A party seeking to obtain title by adverse possession must prove by clear and convincing evidence that the possession was (1) hostile and under claim of right, (2) actual, (3) open and notorious, (4) exclusive, and (5) continuous for the statutory period of 10 years ( see Skyview Motel, LLC v. Wald, 82 A.D.3d 1081, 1082, 919 N.Y.S.2d 191;BTJ Realty, Inc. v. Caradonna, 65 A.D.3d 657, 658, 885 N.Y.S.2d 308). “Since adverse possession is disfavored as a means of gaining title to land, all elements of an adverse possession claim must be proved by clear and convincing evidence” ( Best & Co. Haircutters, Ltd. v. Semon, 81 A.D.3d 766, 767, 916 N.Y.S.2d 632). Similarly, “[a]n easement by prescription is generally demonstrated by proof of the adverse, open and notorious, continuous, and uninterrupted use of the subject property for the prescriptive period” ( Almeida v. Wells, 74 A.D.3d 1256, 1259, 904 N.Y.S.2d 736;see 315 Main St. Poughkeepsie, LLC v. WA 319 Main, LLC, 62 A.D.3d 690, 691, 878 N.Y.S.2d 193;Frumkin v. Chemtop, 251 A.D.2d 449, 674 N.Y.S.2d 409). The elements of a prescriptive easement must be established by clear and convincing evidence ( see Air Stream Corp. v. 3300 Lawson Corp., 84 A.D.3d 987, 924 N.Y.S.2d 104,revd. on other grounds18 N.Y.3d 972, 944 N.Y.S.2d 475, 967 N.E.2d 700; Mandia v. King Lbr. & Plywood Co., 179 A.D.2d 150, 156, 583 N.Y.S.2d 5), and “ ‘[t]he right acquired by prescription is commensurate with the right enjoyed’ ” ( Thury v. Britannia Acquisition Corp., 19 A.D.3d 586, 587, 797 N.Y.S.2d 132, quoting Prentice v. Geiger, 74 N.Y. 341, 347;see Zutt v. State of New York, 50 A.D.3d 1133, 1133, 856 N.Y.S.2d 245).
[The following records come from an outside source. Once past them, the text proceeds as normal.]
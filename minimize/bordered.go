package minimize

import (
	"fmt"
	"math"
	"runtime"
	"slices"

	"github.com/tenter-go/tenter/action"
	"github.com/tenter-go/tenter/internal/nested"
	"gonum.org/v1/gonum/mat"
)

// A bordered is the second variation A on the space that m hard linear
// conditions leave, in the metric of the block. With W the areas of the unknowns
// and C the conditions, of unit length in this metric, the matrix
//
//	K = ( W^−½ S″ W^−½   σCᵀ )
//	    (      σC         0  )
//
// is factorised, the border last. The scaling is a congruence, which leaves the
// signs of the eigenvalues, gives them a continuum limit (S″v = λWv: λ is per hk)
// and makes the Euclidean length of a vector the L² norm of a change of the field.
// The border adds m eigenvalues of either sign: n₋(K) = n₋(A on Cy = 0) + m
// [Gould 1985, Math. Program. 32, 90]. σ makes the sums of its rows those of A,
// since the factorisation compares pivots with them.
type bordered struct {
	hess     *hessian
	root     []float64 // W^½
	rows     []linearRow
	gram     mat.Cholesky // of CCᵀ
	pattern  *nested.Pattern
	symbolic *nested.Symbolic
	factor   *nested.Factor
	values   []float64 // of K, without a shift
	shifted  []float64
	norm     float64 // of A, max Σ|aᵢⱼ|
	ends     [2]int  // of the pattern's entries: those of A, all
	long     []float64
	part     []float64
}

// newBordered prepares the factorisation of hess with the given rows, which are
// brought to the metric. Rows that vanish or depend on one another are a
// *Refusal, a factor above the limits is a *TooLarge.
func newBordered(p *problem, hess *hessian, rows []linearRow) (*bordered, error) {
	n := p.free.N
	b := &bordered{hess: hess, root: p.cells()}
	for u, w := range b.root {
		b.root[u] = math.Sqrt(w)
	}
	if len(rows) >= n {
		return nil, &Refusal{Problem: p.rep.Problem, Why: fmt.Sprintf("%d linear conditions on %d unknowns leave nothing free; leave some out", len(rows), n)}
	}
	for _, r := range rows {
		c := linearRow{name: r.name, unknown: r.unknown, coef: make([]float64, len(r.coef)), rhs: r.rhs}
		var square float64
		for k, u := range r.unknown {
			c.coef[k] = r.coef[k] / b.root[u]
			square += c.coef[k] * c.coef[k]
		}
		length := math.Sqrt(square)
		if !(length > 0) || math.IsInf(length, 0) {
			return nil, &Refusal{Problem: p.rep.Problem, Why: fmt.Sprintf("%s vanishes on what is free; leave it out", r.name)}
		}
		for k := range c.coef {
			c.coef[k] /= length
		}
		c.rhs /= length
		b.rows = append(b.rows, c)
	}
	if err := b.independent(p.rep.Problem); err != nil {
		return nil, err
	}
	g := *hess.pattern
	b.ends[0] = len(g.Adj)
	g.Row, g.Col = slices.Clone(g.Row), slices.Clone(g.Col)
	g.Ptr, g.Adj = slices.Clone(g.Ptr), slices.Clone(g.Adj)
	for j, r := range b.rows {
		g.N++
		g.Row, g.Col = append(g.Row, 0), append(g.Col, 0)
		g.Adj = append(g.Adj, r.unknown...)
		g.Ptr = append(g.Ptr, len(g.Adj))
		g.Last = append(g.Last, int32(n+j))
	}
	b.ends[1] = len(g.Adj)
	b.pattern = &g
	var err error
	if b.symbolic, err = p.symbolic(&g, "want a smaller block or higher limits in the settings"); err != nil {
		return nil, err
	}
	b.values, b.shifted = make([]float64, b.ends[1]), make([]float64, b.ends[1])
	b.long, b.part = make([]float64, g.N), make([]float64, len(rows))
	return b, nil
}

// independent factorises CCᵀ, or names a row that others imply.
func (b *bordered) independent(problem string) error {
	m := len(b.rows)
	if m == 0 {
		return nil
	}
	dense := make([]float64, len(b.root))
	g := mat.NewSymDense(m, nil)
	for j, r := range b.rows {
		for k, u := range r.unknown {
			dense[u] = r.coef[k]
		}
		for i, q := range b.rows[j:] {
			var dot float64
			for k, u := range q.unknown {
				dot += q.coef[k] * dense[u]
			}
			g.SetSym(j, j+i, dot)
		}
		for _, u := range r.unknown {
			dense[u] = 0
		}
	}
	// Cholesky's pivot is the square of the part of a unit row that the rows
	// before it do not have; rounding leaves 1e-16 of it.
	const own = 1e-14
	l := mat.NewDense(m, m, nil)
	for j := range m {
		for i := range j + 1 {
			v := g.At(j, i)
			for k := range i {
				v -= l.At(j, k) * l.At(i, k)
			}
			switch {
			case i < j:
				v /= l.At(i, i)
			case v > own:
				v = math.Sqrt(v)
			default:
				return &Refusal{Problem: problem, Why: fmt.Sprintf("%s follows from the linear conditions before it; leave it out", b.rows[j].name)}
			}
			l.Set(j, i, v)
		}
	}
	if !b.gram.Factorize(g) {
		return &Refusal{Problem: problem, Why: "linear conditions depend on one another to rounding; leave some out"}
	}
	return nil
}

// assemble takes the second variation m.
func (b *bordered) assemble(m *action.Matrix) {
	b.hess.assemble(m)
	sum := b.long
	clear(sum)
	for u := range b.root {
		for e := b.pattern.Ptr[u]; e < b.pattern.Ptr[u+1]; e++ {
			v := int(b.pattern.Adj[e])
			a := b.hess.values[e] / (b.root[u] * b.root[v])
			b.values[e] = a
			sum[u] += math.Abs(a)
			if u != v {
				sum[v] += math.Abs(a)
			}
		}
	}
	b.norm = slices.Max(sum)
	e := b.ends[0]
	for _, r := range b.rows {
		var total float64
		for _, c := range r.coef {
			total += math.Abs(c)
		}
		sigma := b.norm / total
		if sigma == 0 {
			sigma = 1
		}
		for _, c := range r.coef {
			b.values[e] = sigma * c
			e++
		}
	}
}

// factorise factorises K for A + shift.
func (b *bordered) factorise(shift float64) (err error) {
	copy(b.shifted, b.values)
	for _, at := range b.hess.diagonal {
		b.shifted[at] += shift
	}
	if b.factor != nil {
		return b.factor.Refactor(b.shifted)
	}
	b.factor, err = b.symbolic.LDLT(b.shifted, runtime.GOMAXPROCS(0))
	return err
}

// negative returns the number of negative eigenvalues of A + shift on the
// constrained space that the factor at hand says, and how many it cannot tell
// from zero.
func (b *bordered) negative() (n, zero int) {
	_, n, zero, _ = b.factor.Inertia()
	return n - len(b.rows), zero
}

// solve writes A⁻¹x on the constrained space to dst, which may be x.
func (b *bordered) solve(dst, x []float64) {
	n := len(b.root)
	copy(b.long, x)
	clear(b.long[n:])
	b.factor.Solve(b.long, b.long)
	copy(dst, b.long[:n])
	b.project(dst)
}

// mul writes Ax to dst, projected on the constrained space.
func (b *bordered) mul(dst, x []float64) {
	clear(dst)
	for u := range b.root {
		for e := b.pattern.Ptr[u]; e < b.pattern.Ptr[u+1]; e++ {
			v, a := int(b.pattern.Adj[e]), b.values[e]
			dst[u] += a * x[v]
			if u != v {
				dst[v] += a * x[u]
			}
		}
	}
	b.project(dst)
}

// project removes from x what the conditions forbid, x −= Cᵀ(CCᵀ)⁻¹Cx, and
// returns its parts along the rows.
func (b *bordered) project(x []float64) []float64 {
	if len(b.rows) == 0 {
		return nil
	}
	for j := range b.rows {
		b.part[j] = -b.along(j, x)
	}
	b.correct(x)
	return b.part
}

// along returns (Cx)ⱼ.
func (b *bordered) along(j int, x []float64) (sum float64) {
	for k, u := range b.rows[j].unknown {
		sum += b.rows[j].coef[k] * x[u]
	}
	return sum
}

// correct adds Cᵀ(CCᵀ)⁻¹·part to x.
func (b *bordered) correct(x []float64) {
	v := mat.NewVecDense(len(b.part), b.part)
	if err := b.gram.SolveVecTo(v, v); err != nil {
		panic(fmt.Sprintf("minimize: linear conditions that were independent are not: %v", err))
	}
	for j, r := range b.rows {
		for k, u := range r.unknown {
			x[u] += b.part[j] * r.coef[k]
		}
	}
}

// meet writes to dst the smallest change, in the metric, after which the
// unknowns x satisfy the conditions.
func (b *bordered) meet(dst, x []float64) {
	clear(dst)
	if len(b.rows) == 0 {
		return
	}
	for j, r := range b.rows {
		b.part[j] = r.rhs
		for k, u := range r.unknown {
			b.part[j] -= r.coef[k] * x[u] * b.root[u]
		}
	}
	b.correct(dst)
}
Here, the plaintiff's submissions were sufficient to establish its prima facie entitlement to judgment as a matter of law on its causes of action alleging trespass and for related injunctive relief ( see Skyview Motel, LLC v. Wald, 82 A.D.3d 1081, 919 N.Y.S.2d 191). The plaintiff also demonstrated, among other things, that the defendant could not satisfy the 10–year prescriptive period for the purposes of its counterclaims for adverse possession and prescriptive easement ( see Reis v. Coron, 37 A.D.3d 803, 830 N.Y.S.2d 589).
In opposition to the plaintiff's showing, the defendant failed to raise a triable issue of fact ( see Zuckerman v. City of New York, 49 N.Y.2d 557, 427 N.Y.S.2d 595, 404 N.E.2d 718). Contrary to the defendant's contention, it failed to establish, by clear and convincing evidence, that the prescriptive period could be satisfied by “tack[ing]” on a period of adverse possession or use by its predecessor-in-interest ( Brand v. Prince, 35 N.Y.2d 634, 637, 364 N.Y.S.2d 826, 324 N.E.2d 314).